| AIM OF THE TASK |
Copy out each line of the data that includes the string "crate".

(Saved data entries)
━━━

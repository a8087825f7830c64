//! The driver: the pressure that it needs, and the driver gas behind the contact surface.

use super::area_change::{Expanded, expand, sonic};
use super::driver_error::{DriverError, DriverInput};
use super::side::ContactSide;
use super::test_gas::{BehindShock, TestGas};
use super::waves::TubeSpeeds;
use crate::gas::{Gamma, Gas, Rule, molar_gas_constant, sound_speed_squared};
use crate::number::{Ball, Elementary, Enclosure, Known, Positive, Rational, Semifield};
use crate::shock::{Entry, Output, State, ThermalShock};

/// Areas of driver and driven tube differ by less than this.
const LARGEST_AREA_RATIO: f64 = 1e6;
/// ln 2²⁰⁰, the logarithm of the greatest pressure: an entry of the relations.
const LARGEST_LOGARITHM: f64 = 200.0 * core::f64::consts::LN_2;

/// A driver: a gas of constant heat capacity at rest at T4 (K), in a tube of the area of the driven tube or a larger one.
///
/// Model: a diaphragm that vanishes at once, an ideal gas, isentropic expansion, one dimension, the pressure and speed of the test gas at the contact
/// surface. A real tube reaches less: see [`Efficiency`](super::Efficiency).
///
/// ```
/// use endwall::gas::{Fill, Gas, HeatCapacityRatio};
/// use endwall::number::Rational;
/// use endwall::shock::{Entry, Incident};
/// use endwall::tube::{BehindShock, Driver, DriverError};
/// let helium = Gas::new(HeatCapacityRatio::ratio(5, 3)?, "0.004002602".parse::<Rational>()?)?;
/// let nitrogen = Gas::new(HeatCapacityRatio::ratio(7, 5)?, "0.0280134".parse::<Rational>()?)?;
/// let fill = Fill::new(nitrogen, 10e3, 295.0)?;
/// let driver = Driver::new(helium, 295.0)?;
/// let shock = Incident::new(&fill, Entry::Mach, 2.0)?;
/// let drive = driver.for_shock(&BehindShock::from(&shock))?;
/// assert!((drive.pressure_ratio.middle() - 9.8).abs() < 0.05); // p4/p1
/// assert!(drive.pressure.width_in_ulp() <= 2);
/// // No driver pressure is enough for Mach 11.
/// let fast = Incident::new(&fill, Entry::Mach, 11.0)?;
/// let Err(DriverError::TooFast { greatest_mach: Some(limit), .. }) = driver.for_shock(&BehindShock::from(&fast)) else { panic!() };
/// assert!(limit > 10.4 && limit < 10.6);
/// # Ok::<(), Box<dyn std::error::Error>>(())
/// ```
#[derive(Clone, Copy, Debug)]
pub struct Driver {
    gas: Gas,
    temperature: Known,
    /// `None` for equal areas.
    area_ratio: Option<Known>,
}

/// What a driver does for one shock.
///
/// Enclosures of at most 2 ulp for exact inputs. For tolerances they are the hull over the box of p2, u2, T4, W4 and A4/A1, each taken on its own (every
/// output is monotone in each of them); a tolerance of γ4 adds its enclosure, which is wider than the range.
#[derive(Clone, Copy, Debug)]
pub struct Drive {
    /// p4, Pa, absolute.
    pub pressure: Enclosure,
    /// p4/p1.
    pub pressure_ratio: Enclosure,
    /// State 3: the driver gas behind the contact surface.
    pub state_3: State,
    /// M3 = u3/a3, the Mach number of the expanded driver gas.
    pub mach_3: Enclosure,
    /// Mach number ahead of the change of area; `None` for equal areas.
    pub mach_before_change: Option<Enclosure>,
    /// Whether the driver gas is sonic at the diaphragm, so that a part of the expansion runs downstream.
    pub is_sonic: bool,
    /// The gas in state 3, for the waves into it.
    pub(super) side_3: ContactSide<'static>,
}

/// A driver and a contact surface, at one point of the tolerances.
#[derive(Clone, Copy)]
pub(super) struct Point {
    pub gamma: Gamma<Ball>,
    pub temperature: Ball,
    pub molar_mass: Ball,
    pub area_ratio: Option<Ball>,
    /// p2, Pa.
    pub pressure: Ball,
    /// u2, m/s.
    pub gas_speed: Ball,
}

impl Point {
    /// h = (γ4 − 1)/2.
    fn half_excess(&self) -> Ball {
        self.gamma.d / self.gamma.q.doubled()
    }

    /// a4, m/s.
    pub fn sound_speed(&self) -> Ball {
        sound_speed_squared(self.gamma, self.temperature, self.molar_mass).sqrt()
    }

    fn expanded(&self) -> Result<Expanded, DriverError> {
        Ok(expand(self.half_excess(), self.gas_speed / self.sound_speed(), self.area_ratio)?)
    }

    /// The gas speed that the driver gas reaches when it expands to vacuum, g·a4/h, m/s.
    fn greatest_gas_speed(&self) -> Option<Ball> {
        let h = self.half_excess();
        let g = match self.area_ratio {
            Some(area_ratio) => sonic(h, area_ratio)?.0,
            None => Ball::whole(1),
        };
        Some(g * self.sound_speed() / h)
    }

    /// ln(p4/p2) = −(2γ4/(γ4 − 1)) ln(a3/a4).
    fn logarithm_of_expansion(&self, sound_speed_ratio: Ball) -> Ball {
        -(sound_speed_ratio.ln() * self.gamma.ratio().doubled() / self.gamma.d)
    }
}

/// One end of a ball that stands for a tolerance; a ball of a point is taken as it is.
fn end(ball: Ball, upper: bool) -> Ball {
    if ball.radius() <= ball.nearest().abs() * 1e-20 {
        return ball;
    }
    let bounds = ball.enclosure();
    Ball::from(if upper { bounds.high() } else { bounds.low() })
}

━━━

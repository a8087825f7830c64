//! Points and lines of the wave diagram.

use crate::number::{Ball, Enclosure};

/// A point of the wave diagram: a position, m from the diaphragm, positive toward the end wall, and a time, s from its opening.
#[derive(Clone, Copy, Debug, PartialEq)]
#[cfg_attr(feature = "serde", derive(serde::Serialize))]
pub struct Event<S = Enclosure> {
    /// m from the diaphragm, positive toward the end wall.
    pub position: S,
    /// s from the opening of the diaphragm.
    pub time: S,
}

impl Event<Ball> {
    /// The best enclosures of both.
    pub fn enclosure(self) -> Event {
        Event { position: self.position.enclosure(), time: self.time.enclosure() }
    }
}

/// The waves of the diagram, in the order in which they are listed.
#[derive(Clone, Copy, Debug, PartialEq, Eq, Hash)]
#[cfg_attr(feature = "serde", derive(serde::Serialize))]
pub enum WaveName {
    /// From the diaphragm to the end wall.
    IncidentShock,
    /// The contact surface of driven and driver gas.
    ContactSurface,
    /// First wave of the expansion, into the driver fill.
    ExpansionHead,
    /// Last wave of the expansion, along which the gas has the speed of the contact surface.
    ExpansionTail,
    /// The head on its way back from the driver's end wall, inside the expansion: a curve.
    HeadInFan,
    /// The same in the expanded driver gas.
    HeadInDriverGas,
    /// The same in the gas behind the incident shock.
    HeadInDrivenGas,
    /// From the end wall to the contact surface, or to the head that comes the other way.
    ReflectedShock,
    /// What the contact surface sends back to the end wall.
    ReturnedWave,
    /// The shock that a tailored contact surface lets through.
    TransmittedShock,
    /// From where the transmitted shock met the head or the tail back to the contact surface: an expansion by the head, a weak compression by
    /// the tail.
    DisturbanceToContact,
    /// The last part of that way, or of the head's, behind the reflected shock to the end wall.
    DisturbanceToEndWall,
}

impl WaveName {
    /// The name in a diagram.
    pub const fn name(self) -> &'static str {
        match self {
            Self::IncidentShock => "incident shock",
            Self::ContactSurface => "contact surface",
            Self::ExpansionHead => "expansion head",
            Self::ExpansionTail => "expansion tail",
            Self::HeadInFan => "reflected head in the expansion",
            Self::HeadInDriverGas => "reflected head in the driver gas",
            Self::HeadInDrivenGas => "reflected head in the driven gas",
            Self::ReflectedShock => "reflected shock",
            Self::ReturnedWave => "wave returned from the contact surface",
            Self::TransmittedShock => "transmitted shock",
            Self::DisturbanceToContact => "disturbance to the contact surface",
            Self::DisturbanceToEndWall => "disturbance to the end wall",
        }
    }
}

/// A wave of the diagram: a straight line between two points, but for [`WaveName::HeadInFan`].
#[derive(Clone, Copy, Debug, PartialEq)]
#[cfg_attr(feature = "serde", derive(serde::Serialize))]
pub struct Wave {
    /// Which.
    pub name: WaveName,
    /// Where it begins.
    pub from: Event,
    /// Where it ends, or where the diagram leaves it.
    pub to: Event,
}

━━━

| COMPLETED EXERCISE |
use crate::gas::{Gamma, Gas, Rule, molar_gas_constant, sound_speed_squared};
use crate::number::{Ball, Elementary, Enclosure, Known, Positive, Rational, Semifield};
use crate::shock::{Entry, Output, State, ThermalShock};
use crate::number::{Ball, Enclosure};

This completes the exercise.